What would this mean for vaping?

Lockdown regulations remain in operation for now....

LINK

Reactions: Like 3


----------



## JPDrag&Drop (2/6/20)

Well she has 14 days to come with facts in order to prove the regulations are valid. As most of us know her facts are not true and not valid nor scientifically proven. She has taken scientific information and put her own agenda forward instead.
It’s a big deal for us, let’s hope corruption doesn’t creep in for their own political gain.

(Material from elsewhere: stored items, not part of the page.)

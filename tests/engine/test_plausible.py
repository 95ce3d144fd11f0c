"""Plausible values only (S7 point 6): masses above the balance's capacity, numbers the engine
cannot represent and non-finite numbers are refused at the field; no result is ever Infinity or
NaN; an implausible result is flagged as an error for the reviewer."""

from __future__ import annotations

import copy
import json
import math
from typing import Any

import pytest
from hypothesis import given, settings
from hypothesis import strategies as st

from server.api.examples import EXAMPLES
from server.engine import evaluate
from server.engine.contract import IMPLAUSIBLE_PERCENT, drop_non_finite
from server.engine.readings import DEFAULT_CAPACITY_G, as_entered, as_number, decimal_text
from tests.support.scenario import ATTERBERG

WET = ("readings", "determinations", 0, "wet_tare_g")
BALANCE = {"id": "BAL-02", "calibration_due": "2099-12-31", "capacity_g": 600}  # a 600 g top-pan balance


def _water(wet: Any, *, tare: Any = 10.00, dry: Any = 30.00, **extra: Any) -> dict[str, Any]:
    return {"determinations": [{"tare_g": tare, "wet_tare_g": wet, "dry_tare_g": dry}], **extra}


def _refusal(readings: dict[str, Any], method: str = "water-content") -> tuple[tuple[Any, ...], str, str]:
    (error,) = evaluate(method, readings).errors
    return error.loc, error.kind, error.message


# -- masses and the balance ---------------------------------------------------------------------


def test_a_mass_above_the_named_balances_capacity_is_refused_at_its_field() -> None:
    # a balance cannot read a load above its capacity, so such a mass is a slip (common practice)
    loc, kind, message = _refusal(_water(612.40, equipment=[BALANCE]))
    assert (loc, kind) == (WET, "invalid")
    assert "wet mass plus tare (612.4 g) is above the capacity of balance BAL-02 (600 g)" in message
    assert evaluate("water-content", _water("612.40", equipment=[BALANCE])).errors  # typed text alike
    assert evaluate("water-content", _water(600.0, equipment=[BALANCE])).ok  # up to the capacity itself


def test_without_a_named_balance_a_mass_is_accepted_up_to_ten_kilograms() -> None:
    assert DEFAULT_CAPACITY_G == 10_000.0  # the S7 issue's bound where no balance is named
    assert evaluate("water-content", _water(10_000.0)).ok
    loc, kind, message = _refusal(_water(10_000.01))
    assert (loc, kind) == (WET, "invalid") and "above 10000 g" in message and "name the balance" in message
    assert _refusal(_water(1_000_000.0))[1] == "invalid"  # 1,000 kg, from the S7 probe


def test_a_larger_balance_named_admits_heavier_masses_and_its_capacity_is_no_mass() -> None:
    floor_scale = {"id": "BAL-30", "calibration_due": "2099-12-31", "capacity_g": 30_000}  # 30 kg
    sieve = {"dry_mass_g": 12_000.0, "sieves": [{"size_mm": 20.0, "retained_g": 3_000.0}]}
    assert not evaluate("sieve", sieve).ok  # 12 kg above the 10 kg default
    assert evaluate("sieve", {**sieve, "equipment": [floor_scale]}).ok
    both = [BALANCE, floor_scale]  # weighed on one of two balances: up to the larger (common practice)
    assert evaluate("water-content", _water(900.0, equipment=both)).ok


def test_every_part_of_an_atterberg_set_is_bounded_by_the_balance_the_set_names() -> None:
    readings = copy.deepcopy(ATTERBERG)
    readings["equipment"] = [BALANCE]
    readings["liquid_limit"]["trials"][1]["wet_tare_g"] = 638.16  # a slip of a 6 before 38.16
    (error,) = evaluate("atterberg", readings).errors
    assert error.loc == ("readings", "liquid_limit", "trials", 1, "wet_tare_g") and error.kind == "invalid"
    assert "capacity of balance BAL-02" in error.message


# -- what the engine cannot represent ----------------------------------------------------------


@pytest.mark.parametrize(
    ("wet", "words"),
    [
        (1e300, "too large to be a reading"),  # from the S7 probe
        ("1e300", "too large to be a reading"),
        (10**400, "too large to be a reading"),  # an integer no float holds
        (float("nan"), "must be a finite number"),
        (float("inf"), "must be a finite number"),
        ("1e999", "must be a finite number"),
        ("nan", "must be a number"),
        ("Infinity", "must be a number"),
        ("1_000", "must be a number"),  # a digit separator Python's float would accept
        ("٤٤", "must be a number"),  # digits of another script, likewise
        ("44.2000000000000000000000000001", "at most 30"),  # 31 characters: more than any balance reads
        (1e-300, "too small to be a reading"),
    ],
)
def test_a_value_the_engine_cannot_represent_is_refused_at_its_field(wet: Any, words: str) -> None:
    loc, kind, message = _refusal(_water(wet))
    assert (loc, kind) == (WET, "invalid") and words in message


def test_zero_is_a_reading_and_a_dry_mass_equal_to_the_tare_is_refused_not_divided_by() -> None:
    assert evaluate("water-content", _water(36.0, tare=0, dry=30.0)).ok  # a tared balance reads 0 g
    loc, kind, message = _refusal(_water(36.0, dry=10.0))  # ASTM D2216: no dry soil, no water content
    assert kind == "invalid" and "there is no dry soil" in message


def _leaves(node: Any, path: tuple[Any, ...] = ()) -> list[tuple[Any, ...]]:
    if isinstance(node, dict):
        return [p for k, v in node.items() for p in _leaves(v, (*path, k))]
    if isinstance(node, list):
        return [p for i, v in enumerate(node) for p in _leaves(v, (*path, i))]
    return [path] if isinstance(node, int | float) and not isinstance(node, bool) else []


def _set(node: Any, path: tuple[Any, ...], value: Any) -> None:
    for part in path[:-1]:
        node = node[part]
    node[path[-1]] = value


EXTREMES = [0, 0.0, 1e-9, 1e-8, 1e-3, 1.0, 100.0, 9_999.0, 10_000.0, 1e6, 1e11, 1e12, -1e12, "1e-300", 5e-324]


@settings(max_examples=400, deadline=None)
@given(st.sampled_from(sorted(EXAMPLES)), st.data())
def test_no_result_is_ever_infinite_or_nan_and_nothing_raises(method: str, data: st.DataObject) -> None:
    """Any numbers of any method's example changed to extremes (computed property)."""
    readings = copy.deepcopy(EXAMPLES[method])
    paths = _leaves(readings)
    for path in data.draw(st.lists(st.sampled_from(paths), min_size=1, max_size=len(paths))):
        _set(readings, path, data.draw(st.sampled_from(EXTREMES)))
    ev = evaluate(method, readings)
    json.dumps(ev.to_dict(), allow_nan=False)  # raises on Infinity or NaN anywhere in the results


def test_the_last_guard_replaces_a_non_finite_result_by_nothing() -> None:
    results: dict[str, Any] = {"a": 1.0, "b": math.inf, "c": [2.0, math.nan, {"d": -math.inf}]}
    assert drop_non_finite(results)
    assert results == {"a": 1.0, "b": None, "c": [2.0, None, {"d": None}]}
    assert not drop_non_finite({"a": [1.0, {"b": 2}]})


# -- implausible results -----------------------------------------------------------------------


def _codes(ev: Any) -> dict[str, str]:
    return {f.code: f.severity for f in ev.flags}


def test_a_water_content_above_1000_percent_is_an_error_for_the_reviewer() -> None:
    assert IMPLAUSIBLE_PERCENT == 1000.0  # the S7 issue's bound
    # ASTM D2216 formula: (120.00 - 20.00) / (20.00 - 10.00) x 100 = 1000 % exactly: not above (computed)
    assert "implausible-water-content" not in _codes(evaluate("water-content", _water(120.00, dry=20.00)))
    ev = evaluate("water-content", _water(120.10, dry=20.00))  # 1001 % (computed)
    assert ev.ok and _codes(ev)["implausible-water-content"] == "error"
    assert "1001 %" in next(f.message for f in ev.flags if f.code == "implausible-water-content")


def test_a_limit_above_1000_percent_is_an_error_for_the_reviewer() -> None:
    # one-point cup at 25 blows: LL = w (ASTM D4318 Method B, factor 1.000); w = 12.00 / 1.00 = 1200 %
    one_point = {"trials": [{"blows": 25, "tare_g": 10.00, "wet_tare_g": 23.00, "dry_tare_g": 11.00}]}
    codes = _codes(evaluate("ll-cup-one-point", one_point))
    assert codes["implausible-liquid-limit"] == "error" and codes["implausible-water-content"] == "error"
    # two threads at 1100 % and 1150 % (computed): PL 1125 %
    plastic = {
        "determinations": [
            {"tare_g": 10.00, "wet_tare_g": 22.00, "dry_tare_g": 11.00},
            {"tare_g": 10.00, "wet_tare_g": 22.50, "dry_tare_g": 11.00},
        ]
    }
    assert _codes(evaluate("plastic-limit", plastic))["implausible-plastic-limit"] == "error"


def test_the_published_atterberg_example_has_no_implausible_flag() -> None:
    # Das problem set and Liu & Evett worked example (tests/support/scenario.py): LL 40, PL 21
    assert not [c for c in _codes(evaluate("atterberg", ATTERBERG)) if c.startswith("implausible")]


# -- the reading as entered ---------------------------------------------------------------------


@pytest.mark.parametrize(
    ("typed", "stored"),
    [("44.20", "44.20"), (" 44,20 ", "44.20"), ("+5", "+5"), (".5", ".5"), ("1e3", "1e3"), ("4 4", None)],
)
def test_typed_numbers_keep_their_digits(typed: str, stored: str | None) -> None:
    assert decimal_text(typed) == stored  # a decimal comma is a point (common practice)


def test_every_stored_reading_has_one_text_as_entered_and_one_number() -> None:
    cases = [("44.20", "44.20", 44.2), (44.2, "44.2", 44.2), (15.0, "15.0", 15.0), (25, "25", 25.0)]
    for value, text, number in cases:
        assert (as_entered(value), as_number(value)) == (text, number)
    assert (
        as_entered(None) == "" and as_entered(True) == "true" and as_entered([17.2, "17.50"]) == "17.2, 17.50"
    )
    assert as_number("forty") is None and as_number(True) is None and as_number("1e999") is None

Reactions: Like 2 | Agree 3 | Optimistic 1


----------



## blujeenz (2/6/20)

5lic3 said:


> What would this mean for vaping?
> 
> Lockdown regulations remain in operation for now....
> 
> LINK


She has 14 days to amend and report back, so hopefully the cig/vape ban is removed.

Reactions: Like 3 | Agree 4 | Optimistic 2


----------



## vicTor (3/6/20)

I have complete faith that she will do the right thing

Reactions: Agree 1 | Funny 13 | Optimistic 2


----------



## DavyH (3/6/20)

vicTor said:


> I have complete faith that she will do the right thing



Including a full apology to the nation and an offer to refund the difference between the retail price of cigs and what people have been paying in the black market. She's wonderful that way.

Reactions: Like 1 | Funny 9 | Optimistic 1


----------



## Dela Rey Steyn (3/6/20)

I wonder if the NCCC could be sued by any company that had loss of income during level 4 and current level 3 due to their unconstitutional regulations?

Reactions: Like 2 | Agree 5 | Winner 2 | Optimistic 1


----------



## Adephi (3/6/20)

Dela Rey Steyn said:


> I wonder if the NCCC could be sued by any company that had loss of income during level 4 and current level 3 due to their unconstitutional regulations?



Still a long way to go. First the appeal, then the constitutional court with all relevant delays in between.

A lot of companies already indicated they are concidering court action. But we all know who is going to pay for it. The law-abiding taxpayer. So technically we are sueing ourselfs.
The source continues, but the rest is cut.